**Required work**
Exact copies of all the entries below are expected in the answer.
Information given START
import { MailError, type Mailer, type MailTrouble, type OutgoingLetter } from '#server/mail/mailer.js';

/** A post that hands letters to the test, and fails as it is told to. */
export interface TestPost extends Mailer {
  sent: OutgoingLetter[];
  /** What becomes of every attempt from now on; null: it arrives. `lost` stands for a process that ends in the middle. */
  trouble: MailTrouble | 'lost' | null;
  attempts: number;
}

export function openTestPost(): TestPost {
  const post: TestPost = {
    sent: [],
    trouble: null,
    attempts: 0,
    send: async (letter) => {
      post.attempts += 1;
      // A second process has time to look in between.
      await new Promise((resolve) => setImmediate(resolve));
      if (post.trouble === 'lost') throw new Error('the process ended');
      if (post.trouble !== null) throw new MailError(post.trouble, null);
      post.sent.push(letter);
    },
  };
  return post;
}

/** The link of a letter, as a path with its hash. */
export function linkOf(letter: { text: string } | undefined): string {
  return /https?:\/\/[^/\s]+(\/\S*)/u.exec(letter?.text ?? '')?.[1] ?? '';
}
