import { describe, expect, it } from 'vitest';
import {
  mapProjection,
  panned,
  placeAt,
  WHOLE_EARTH,
  ZOOM_MAX,
  zoomed,
  type MapView,
} from '#src/features/places/model/map-view.js';

const WIDTH = 640;
const HEIGHT = 320;
const NORTH: MapView = { longitudeDeg: 23, latitudeDeg: 66, zoom: 16 };

describe('the map', () => {
  it.each([WHOLE_EARTH, NORTH, { longitudeDeg: 179, latitudeDeg: -14, zoom: 4 }])(
    'finds under a finger the place that is drawn there (%o)',
    (view) => {
      for (const [x, y] of [
        [0, 0],
        [120, -60],
        [-200, 90],
      ] as const) {
        const { longitudeDeg, latitudeDeg } = placeAt(view, x, y, WIDTH);
        const spot = mapProjection(view, WIDTH, HEIGHT)([longitudeDeg, latitudeDeg]);
        // What is written down is rounded to what a finger can mean: at most a few pixels.
        expect(Math.abs((spot?.[0] ?? NaN) - WIDTH / 2 - x)).toBeLessThan(3);
        expect(Math.abs((spot?.[1] ?? NaN) - HEIGHT / 2 - y)).toBeLessThan(3);
      }
    },
  );

  it('follows the finger, over the date line as well', () => {
    const view = { longitudeDeg: 179, latitudeDeg: 0, zoom: 4 };
    const moved = panned(view, -WIDTH / 40, 10, WIDTH);
    expect(moved.longitudeDeg).toBeCloseTo(-178.75, 9);
    expect(moved.latitudeDeg).toBeGreaterThan(0);
  });

  it('stays on the Earth and between the whole of it and a village’s surroundings', () => {
    expect(panned(NORTH, 0, 1e6, WIDTH).latitudeDeg).toBe(85);
    expect(zoomed(NORTH, 1e6).zoom).toBe(ZOOM_MAX);
    expect(zoomed(NORTH, 0).zoom).toBe(1);
    expect(placeAt({ ...WHOLE_EARTH, latitudeDeg: 80 }, 0, -500, WIDTH).latitudeDeg).toBe(90);
  });

  it('writes tenths of a degree from afar and finer ones from near', () => {
    const far = placeAt(WHOLE_EARTH, 33, 21, WIDTH);
    expect(far.latitudeDeg).toBe(Number(far.latitudeDeg.toFixed(1)));
    const near = placeAt({ ...NORTH, zoom: ZOOM_MAX }, 33, 21, WIDTH);
    expect(near.latitudeDeg).toBe(Number(near.latitudeDeg.toFixed(3)));
  });
});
Information given END
**Answer area**
import { MailError, type Mailer, type MailTrouble, type OutgoingLetter } from '#server/mail/mailer.js';

/** A post that hands letters to the test, and fails as it is told to. */
export interface TestPost extends Mailer {
  sent: OutgoingLetter[];
  /** What becomes of every attempt from now on; null: it arrives. `lost` stands for a process that ends in the middle. */
  trouble: MailTrouble | 'lost' | null;
  attempts: number;
}

export function openTestPost(): TestPost {
  const post: TestPost = {
    sent: [],
    trouble: null,
    attempts: 0,
    send: async (letter) => {
      post.attempts += 1;
      // A second process has time to look in between.
      await new Promise((resolve) => setImmediate(resolve));
      if (post.trouble === 'lost') throw new Error('the process ended');
      if (post.trouble !== null) throw new MailError(post.trouble, null);
      post.sent.push(letter);
    },
  };
  return post;
}

/** The link of a letter, as a path with its hash. */
export function linkOf(letter: { text: string } | undefined): string {
  return /https?:\/\/[^/\s]+(\/\S*)/u.exec(letter?.text ?? '')?.[1] ?? '';
}
import { describe, expect, it } from 'vitest';
import {
  mapProjection,
  panned,
  placeAt,
  WHOLE_EARTH,
  ZOOM_MAX,
  zoomed,
  type MapView,
} from '#src/features/places/model/map-view.js';

const WIDTH = 640;
const HEIGHT = 320;
const NORTH: MapView = { longitudeDeg: 23, latitudeDeg: 66, zoom: 16 };

describe('the map', () => {
  it.each([WHOLE_EARTH, NORTH, { longitudeDeg: 179, latitudeDeg: -14, zoom: 4 }])(
    'finds under a finger the place that is drawn there (%o)',
    (view) => {
      for (const [x, y] of [
        [0, 0],
        [120, -60],
        [-200, 90],
      ] as const) {
        const { longitudeDeg, latitudeDeg } = placeAt(view, x, y, WIDTH);
        const spot = mapProjection(view, WIDTH, HEIGHT)([longitudeDeg, latitudeDeg]);
        // What is written down is rounded to what a finger can mean: at most a few pixels.
        expect(Math.abs((spot?.[0] ?? NaN) - WIDTH / 2 - x)).toBeLessThan(3);
        expect(Math.abs((spot?.[1] ?? NaN) - HEIGHT / 2 - y)).toBeLessThan(3);
      }
    },
  );

  it('follows the finger, over the date line as well', () => {
    const view = { longitudeDeg: 179, latitudeDeg: 0, zoom: 4 };
    const moved = panned(view, -WIDTH / 40, 10, WIDTH);
    expect(moved.longitudeDeg).toBeCloseTo(-178.75, 9);
    expect(moved.latitudeDeg).toBeGreaterThan(0);
  });

  it('stays on the Earth and between the whole of it and a village’s surroundings', () => {
    expect(panned(NORTH, 0, 1e6, WIDTH).latitudeDeg).toBe(85);
    expect(zoomed(NORTH, 1e6).zoom).toBe(ZOOM_MAX);
    expect(zoomed(NORTH, 0).zoom).toBe(1);
    expect(placeAt({ ...WHOLE_EARTH, latitudeDeg: 80 }, 0, -500, WIDTH).latitudeDeg).toBe(90);
  });

  it('writes tenths of a degree from afar and finer ones from near', () => {
    const far = placeAt(WHOLE_EARTH, 33, 21, WIDTH);
    expect(far.latitudeDeg).toBe(Number(far.latitudeDeg.toFixed(1)));
    const near = placeAt({ ...NORTH, zoom: ZOOM_MAX }, 33, 21, WIDTH);
    expect(near.latitudeDeg).toBe(Number(near.latitudeDeg.toFixed(3)));
  });
});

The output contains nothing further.